▸ **ABOUT THIS EXERCISE**: Look through the data below and say how many of its lines contain "after", adding nothing else.

Dataset entries

== Segment start ==

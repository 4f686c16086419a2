import type { ComputedRef, Ref } from 'vue'
import { computed, ref } from 'vue'
import type { z } from 'zod'
import type { ApiProblem } from '~/composables/use-api'

/** One thing wrong, at a path such as `screening.pregnancy` or `typedReadings[0].value`. */
export interface FieldProblem { path: string, message: string }

/** A path of keys as forms write it: numbers in brackets, names joined by dots. */
export function pathText(path: readonly PropertyKey[]): string {
  return path.reduce<string>((text, key) =>
    typeof key === 'number' ? `${text}[${key}]` : text === '' ? String(key) : `${text}.${String(key)}`, '')
}

/** zod's issues as field problems, the first one for each path. */
export function problemsOf(issues: readonly { path: readonly PropertyKey[], message: string }[]): FieldProblem[] {
  const first = new Map<string, FieldProblem>()
  for (const issue of issues) {
    const path = pathText(issue.path)
    if (!first.has(path)) first.set(path, { path, message: issue.message })
  }
  return [...first.values()]
}

export interface FormErrors {
  problems: Ref<FieldProblem[]>
  /** Grows with each refused try, which moves the focus to the summary. */
  attempt: Ref<number>
  hasErrors: ComputedRef<boolean>
  /** Words for one field, if something is wrong with it. */
  of: (path: string) => string | undefined
  /** Parses; on failure shows what is wrong and answers null. */
  check: <S extends z.ZodType>(schema: S, value: unknown) => z.output<S> | null
  refuse: (problems: FieldProblem[]) => void
  /** Shows what the server found wrong; false where it named no field. */
  fromServer: (problem: ApiProblem) => boolean
  /** Forgets what was said about a field once it changes. */
  clear: (path?: string) => void
}

/** Errors of a form whose values live elsewhere, such as the request draft. */
export function useFormErrors(): FormErrors {
  const problems = ref<FieldProblem[]>([])
  const attempt = ref(0)

  function refuse(found: FieldProblem[]): void {
    problems.value = found
    attempt.value += 1
  }

  return {
    problems,
    attempt,
    hasErrors: computed(() => problems.value.length > 0),
    of: path => problems.value.find(problem => problem.path === path)?.message,
    check(schema, value) {
      const result = schema.safeParse(value)
      if (result.success) {
        problems.value = []
        return result.data
      }
      refuse(problemsOf(result.error.issues))
      return null
    },
    refuse,
    fromServer(problem) {
      if (problem.errors.length === 0) return false
      refuse(problem.errors)
      return true
    },
    clear(path) {
      problems.value = path === undefined ? [] : problems.value.filter(problem => problem.path !== path)
    },
  }
}
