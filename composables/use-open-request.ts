import type { Ref } from 'vue'
import { ref } from 'vue'
import type { RequestView, WriteResult } from '#shared/types/views'
import type { ApiProblem, ApiResult } from '~/composables/use-api'
import { newWriteKey, useApi } from '~/composables/use-api'

export interface OpenRequest {
  view: Ref<RequestView | null>
  problem: Ref<ApiProblem | null>
  /** Which write is under way, by its route's last part; null while none is. */
  busy: Ref<string | null>
  read: (background?: boolean) => Promise<void>
  /** One intent keeps one key, so that pressing again after a lost answer does not do it twice. */
  write: (name: string, body: object, versioned?: boolean) => Promise<ApiResult<WriteResult> | null>
  /** Begins a new draft from this request, for the same patient. */
  copy: () => Promise<ApiResult<WriteResult> | null>
}

/** One request as somebody of the ordering side works with it. */
export function useOpenRequest(key: string): OpenRequest {
  const api = useApi()
  const view = useState<RequestView | null>(`request-${key}`, () => null)
  const problem = ref<ApiProblem | null>(null)
  const busy = ref<string | null>(null)
  let intent = ''
  let intentKey = newWriteKey()

  async function read(background = false): Promise<void> {
    const result = await api.get<RequestView>(`/api/requests/${encodeURIComponent(key)}`, undefined, { background })
    if (result.ok) {
      view.value = result.data
      problem.value = null
    }
    else if (!background) {
      problem.value = result.problem
    }
  }

  function keyFor(name: string, body: object): string {
    const next = `${name} ${view.value?.version ?? 0} ${JSON.stringify(body)}`
    if (next !== intent) {
      intent = next
      intentKey = newWriteKey()
    }
    return intentKey
  }

  async function run(name: string, call: () => Promise<ApiResult<WriteResult>>): Promise<ApiResult<WriteResult> | null> {
    if (busy.value !== null) return null
    busy.value = name
    const result = await call()
    busy.value = null
    if (result.ok) intent = ''
    return result
  }

  return {
    view,
    problem,
    busy,
    read,
    async write(name, body, versioned = true) {
      const current = view.value
      if (!current) return null
      const options = { key: keyFor(name, body), ...(versioned ? { version: current.version } : {}) }
      const result = await run(name, () => api.post<WriteResult>(`/api/requests/${current.id}/${name}`, body, options))
      // Read again after a refusal too: somebody else may have been quicker.
      if (result) await read(true)
      return result
    },
    async copy() {
      const current = view.value
      const ehrPatientId = current?.record?.ehrPatientId
      if (!current || !ehrPatientId) return null
      const body = { ehrPatientId, practiceId: current.practice.id, confirmed: true, copyOf: current.id }
      return await run('copy', () => api.post<WriteResult>('/api/requests', body, { key: keyFor('copy', body) }))
    },
  }
}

== Segment end ==

▸ **REPLY**: 2